Błysk Białej Gwiazdy. Komplet zwycięstw we Wrocławiu

Wisła Kraków BF obroniła Puchar Polski w blind futbolu. Rozstrzygnął o tym turniej zorganizowany 11 grudnia we Wrocławiu. Do rywalizacji przystąpiła jedna drużyna więcej niż w ubiegłym roku. Wtedy też zmieniona została formuła rozgrywek. Zwycięska ekipa zaprezentowała trofeum podczas meczu PKO BP Ekstraklasy.

– Jesteśmy dumni ze zwycięstwa we Wrocławiu. Trochę się stresowałem, bo pod koniec przygotowań wypadło nam dwóch graczy z powodu kontuzji. Ale pod względem fizycznym i organizacji gry zaprezentowaliśmy się bardzo dobrze w każdym meczu – powiedział „NS” Dominik Foryś, trener Wisły Kraków BF.

Areną zmagań był obiekt Olimpijski FC. Rozgrywki zachowały formułę wprowadzoną w ubiegłym roku. Wówczas dwumecz został zastąpiony turniejem. Żeby wyłonić zwycięzcę, rozegrano mecze według systemu każdy z każdym. Wtedy najlepsza okazała się Wisła przed Śląskiem Wrocław i Fundacją Nie Widząc Przeszkód (druga drużyna Wisły). Tym razem zagrała też ekipa Fundacja Niewidzialna Piłka (druga drużyna Śląska).

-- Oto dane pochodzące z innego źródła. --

@pytest.mark.parametrize("across", [0, 1])
def test_energy_is_stationary_under_transfer(across):
    """Central differences over each sheave: T is steep in the length, so V'(0) = h^2 T'' / 6 is 1e-8 T here; energies
    of 1e5 J, rounded at 1e-11, add as much."""
    problem = three_spans((0.0, 20.0, 9.0, 0.0))
    found = settle(problem)
    lengths = [span["natural_length_m"] for span in found["spans"]]
    moved = {}
    for h in (-H, 0.0, H):
        at = list(lengths)
        at[across] -= h
        at[across + 1] += h
        moved[h] = energy(problem, at)
    tension = found["spans"][1]["tension_from_N"]
    slope = (moved[H] - moved[-H]) / (2.0 * H)
    assert abs(slope) < 1e-7 * tension  # a sheave left clamped shows some per cent of it
    assert moved[0.0] < min(moved[H], moved[-H])


def told(problem, mirror):
    """The same line from its other end."""
    other = copy.deepcopy(problem)
    total = problem["supports"][-1]["station_m"]
    if mirror:
        other["supports"] = other["supports"][::-1]
        for row in other["supports"]:
            row["station_m"] = total - row["station_m"]
        other["stringing"]["lengths_m"] = other["stringing"]["lengths_m"][::-1]
    return other


def test_ends_swapped():
    problem = three_spans((0.0, 20.0, 9.0, -14.0))
    there, back = settle(problem), settle(told(problem, mirror=True))
    for span, other in zip(there["spans"], back["spans"][::-1], strict=True):
        assert span["natural_length_m"] == pytest.approx(other["natural_length_m"], rel=1e-12)
        assert span["tension_from_N"] == pytest.approx(other["tension_to_N"], rel=1e-11)
        assert span["sag_m"] == pytest.approx(other["sag_m"], rel=1e-11)


@pytest.mark.parametrize(("length", "force"), [(4.0, 1.0), (1.0, 16.0), (0.3048, 4.4482216152605)])
def test_other_units(length, force):
    """Lengths by one factor, forces by another."""
    plain = three_spans((0.0, 20.0, 9.0, -14.0))
    other = copy.deepcopy(plain)
    other["line"]["weight_N_per_m"] *= force / length
    other["line"]["stiffness_N"] *= force
    for row in other["supports"]:
        row["station_m"] *= length
        row["elevation_m"] *= length
    other["stringing"]["lengths_m"] = [value * length for value in other["stringing"]["lengths_m"]]
    found, wanted = settle(other), settle(plain)
    for span, base in zip(found["spans"], wanted["spans"], strict=True):
        assert span["tension_from_N"] == pytest.approx(base["tension_from_N"] * force, rel=1e-11)
        assert span["natural_length_m"] == pytest.approx(base["natural_length_m"] * length, rel=1e-12)


def test_a_sheave_on_a_straight_line_carries_nothing():
    """A tight line without weight, and a sheave on its chord."""
    line = cases.line(weight=0.0, expansion=1e-5)
    supports = [cases.support(0.0, 0.0), sheave(40.0, 4.0), cases.support(100.0, 10.0)]
    problem = cases.problem(supports, cases.lengths_rule(40.0, 60.0), of=line)
    found = settle(problem)
    chord = math.hypot(100.0, 10.0)
    assert found["spans"][0]["tension_from_N"] == pytest.approx(EA * (chord / 100.0 - 1.0), rel=1e-11)
    assert abs(found["supports"][1]["resultant_N"]) < 1e-6


# ---- strung over sheaves ---------------------------------------------------------------------------------------------

STATIONS = (0.0, 260.0, 545.0, 840.0, 985.0, 1255.0, 1530.0)
ELEVATIONS = (113.0, 140.0, 187.0, 232.0, 239.0, 222.0, 177.0)


def hill(method="over_sheaves", link=1.6, weight=450.0, stations=STATIONS, elevations=ELEVATIONS, **rule):
    """Six spans on a hill; `rule`: more keys of the stringing."""
    supports = [
        cases.support(x, z)
        if j in (0, len(stations) - 1)
        else cases.hanger(x, z, link, weight)
        for j, (x, z) in enumerate(zip(stations, elevations, strict=True))
    ]
    stringing = {**cases.rule("pull", 18e3), "method": method, **rule}
    return cases.problem(supports, stringing)


def offsets(problem, **options):
    return [row["offset_m"] for row in _core.Project(problem).sheet(np.array([]), **options)["supports"]]


@pytest.fixture(scope="module")
def hill_twin():
    return Twin(hill())


def test_offsets_against_the_twin(hill_twin):
    strung, lengths = hill_twin.strung(18e3), hill_twin.lengths_m()
    found = _core.Project(hill()).sheet(np.array([]))
    marks = np.cumsum(lengths) - np.cumsum(strung.lengths_m)
    assert [row["offset_m"] for row in found["supports"]] == pytest.approx([0.0, *marks], abs=1e-10)
    assert [row["natural_m"] for row in found["lengths"]] == pytest.approx(lengths, rel=1e-12)
    for k, reading in enumerate(found["temperatures"][-1]["over"]):
        pull = strung.spans[k].pull
        assert reading["horizontal_tension_N"] == pytest.approx(math.hypot(pull[0], pull[1]), rel=PROMISED)


def test_offsets_keep_what_they_must():
    """None at the ends; behind the mark on the way up, ahead beyond it: on sheaves the line lies too far downhill."""
    found = offsets(hill())
    assert found[0] == found[-1] == 0.0
    assert found[1] < -0.05
    assert found[2] < -0.1
    assert found[5] > 0.05
    core = _core.Project(hill())
    blocks = core.sheet(np.array([]))["temperatures"][-1]["over"]
    assert sum(core.string()["lengths_m"]) == pytest.approx(
        sum(_core.Project(hill(clip="lies")).string()["lengths_m"]), rel=1e-14
    )
    assert blocks[0]["horizontal_tension_N"] == pytest.approx(18e3, rel=1e-12)


def test_level_ends_and_equal_spans_need_no_offset():
    """Equal spans over level sheaves: equal tension is equal horizontal tension."""
    level = hill(stations=(0.0, 250.0, 500.0, 750.0, 1000.0), elevations=(100.0,) * 5)
    assert offsets(level) == pytest.approx([0.0] * 5, abs=1e-10)


def test_offsets_of_small_slopes():
    """Parabolas between fixed points: H_k grows by w dz over the supports' lowest points, and a span's length is its
    chord + w^2 l^3 cos(phi) / (24 H^2), less H l / EA. What they leave out is of the order of slope^2, 1e-3 here; the
    links are so short that the blocks stand still."""
    stations, elevations = (0.0, 200.0, 400.0, 600.0, 800.0), (0.0, 4.0, 9.0, 11.0, 6.0)
    pull, link = 18e3, 1e-4
    supports = [
        cases.support(x, z) if j in (0, 4) else cases.hanger(x, z, link, 0.0)
        for j, (x, z) in enumerate(zip(stations, elevations, strict=True))
    ]
    problem = cases.problem(supports, {**cases.rule("pull", pull), "method": "over_sheaves"})
    rises = np.diff(elevations)

    def end_tension(h, rise, far):
        slope = rise / 200.0 + (1 if far else -1) * W * 200.0 / (2.0 * h)
        return h * (1.0 + slope**2 / 2.0)

    blocks = [pull]
    for k in range(1, 4):
        behind = end_tension(blocks[-1], rises[k - 1], far=True)
        h = blocks[-1]
        for _ in range(50):
            h -= end_tension(h, rises[k], far=False) - behind
        blocks.append(h)

    def length(h, rise):
        chord = math.hypot(200.0, rise)
        return chord + W**2 * 200.0**3 / (24.0 * h**2) * (200.0 / chord) - h * chord / EA

    total = sum(map(length, blocks, rises))
    low, high = 0.5 * pull, 2.0 * pull
    for _ in range(200):
        middle = 0.5 * (low + high)
        low, high = (middle, high) if sum(length(middle, rise) for rise in rises) > total else (low, middle)
    wanted = np.cumsum([length(low, rise) - length(h, rise) for h, rise in zip(blocks, rises, strict=True)])
    found = offsets(problem)
    assert found[1:-1] == pytest.approx(list(wanted[:-1]), rel=0.005)
    assert min(abs(one) for one in found[1:-1]) > 5e-4


@pytest.mark.parametrize("rule", ["tension", "sag", "total_length"])
def test_every_rule_finds_the_pull_again(rule):
    core = _core.Project(hill())
    reading = core.sheet(np.array([]))["temperatures"][-1]["over"]
    lies = _core.Project(hill(clip="lies")).string()["lengths_m"]
    value, index = {
        "tension": (reading[1]["tension_max_N"], 2),
        "sag": (reading[3]["sag_m"], 3),
        "total_length": (sum(lies), None),
    }[rule]
    again = hill()
    again["stringing"].update(rule=rule, value=value, index=index)
    assert _core.Project(again).string()["horizontal_tension_N"] == pytest.approx(18e3, rel=1e-9)


@pytest.mark.parametrize("drag", [-1, 1])
def test_friction_against_the_twin(drag, hill_twin):
    """Pulled from the first end the tension falls ahead, from the last end it grows; e^(mu theta) at every sheave."""
    problem = hill(friction=0.03)
    found = _core.Project(problem).sheet(np.array([]))
    rows = found["first" if drag < 0 else "last"]
    free = found["temperatures"][-1]["over"]
    if drag > 0:
        assert rows[-1]["horizontal_tension_N"] == pytest.approx(free[-1]["horizontal_tension_N"], rel=1e-10)
    else:
        assert rows[0]["horizontal_tension_N"] == pytest.approx(18e3, rel=1e-12)
    assert all(row["horizontal_tension_N"] < one["horizontal_tension_N"] + 1e-6
               for row, one in zip(rows, free, strict=True))  # fmt: skip
    twin = Twin(problem)
    pull = rows[0]["horizontal_tension_N"]
    plumb = string_to(twin.material(15.0), W, twin.supports, pull)
    strung = twin.pulled_in(plumb, pull, drag)
    for row, span in zip(rows, strung.spans, strict=True):
        assert row["horizontal_tension_N"] == pytest.approx(math.hypot(*span.pull[:2]), rel=PROMISED)


def test_lifted_hangers_are_held_down():
    """Pulled so hard that the line lifts a hanger: it is a fixed sheave at its plumb end, in the twin too."""
    problem = hill()
    problem["stringing"]["value"] = 2e5
    twin = Twin(problem)
    plumb = string_to(twin.material(15.0), W, twin.supports, 2e5)
    assert [support.hangs for support in held_down(twin.supports, plumb)].count(False) > 2
    assert _core.Project(problem).string()["lengths_m"] == pytest.approx(twin.lengths_m(), rel=1e-11)
    sheet = _core.Project(problem).sheet(np.array([]))
    assert min(row["block_down_N"] for row in sheet["supports"][1:-1]) < 0.0
    assert run_over(twin.bare(plumb.lengths_m), {}).spans[0].length_m == plumb.lengths_m[0]


def test_a_window_over_sheaves():
    """The window judges the clamped line; at its ends the limits are met to rounding."""
    limits = [cases.limit("tension", most=30e3), cases.limit("sag", most=7.0)]
    problem = {**hill(), "limits": [cases.complete(one, 1, 7) for one in limits]}
    core = _core.Project(problem)
    found = core.window()
    assert found["open"]
    assert found["verified"]
    for end in ("low", "high"):
        rows = core.judge(pull=found[end]["pull_N"])
        assert max(row["utilisation"] for row in rows) == pytest.approx(1.0, abs=1e-9)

I to właśnie ona na początek przekonała się o dyspozycji Białej Gwiazdy. Krakowianie wygrali 4:0.

– Wynik nie oddaje tego, z kim się zmierzyliśmy. To zespół z graczami, którzy zdobyli doświadczenie w rozgrywkach ligowych. Nie od początku meczu strzelaliśmy jak z karabinu. Zagraliśmy swoje, skutecznie zrealizowaliśmy nasze założenia i to przyniosło efekty – opisał Martin Jung z Wisły, który został królem strzelców turnieju. We Wrocławiu zdobył 5 bramek, z czego 3 w pierwszym spotkaniu.

Kolejnym przeciwnikiem obrońców trofeum był Śląsk. Obie ekipy wiedziały, że ten mecz może mieć kluczowe znaczenie w tegorocznej rywalizacji o Puchar Polski. Zwycięstwo zapewni komfortową sytuację – trzypunktową przewagę nad najgroźniejszym rywalem. Wrocławianie w swoim pierwszym meczu pokonali 2:0 Fundację NWP. W składzie zwycięskiej ekipy znalazł się Robert Mkrtchyan, który oficjalnie zakończył karierę sportową we wrześniu 2020 r.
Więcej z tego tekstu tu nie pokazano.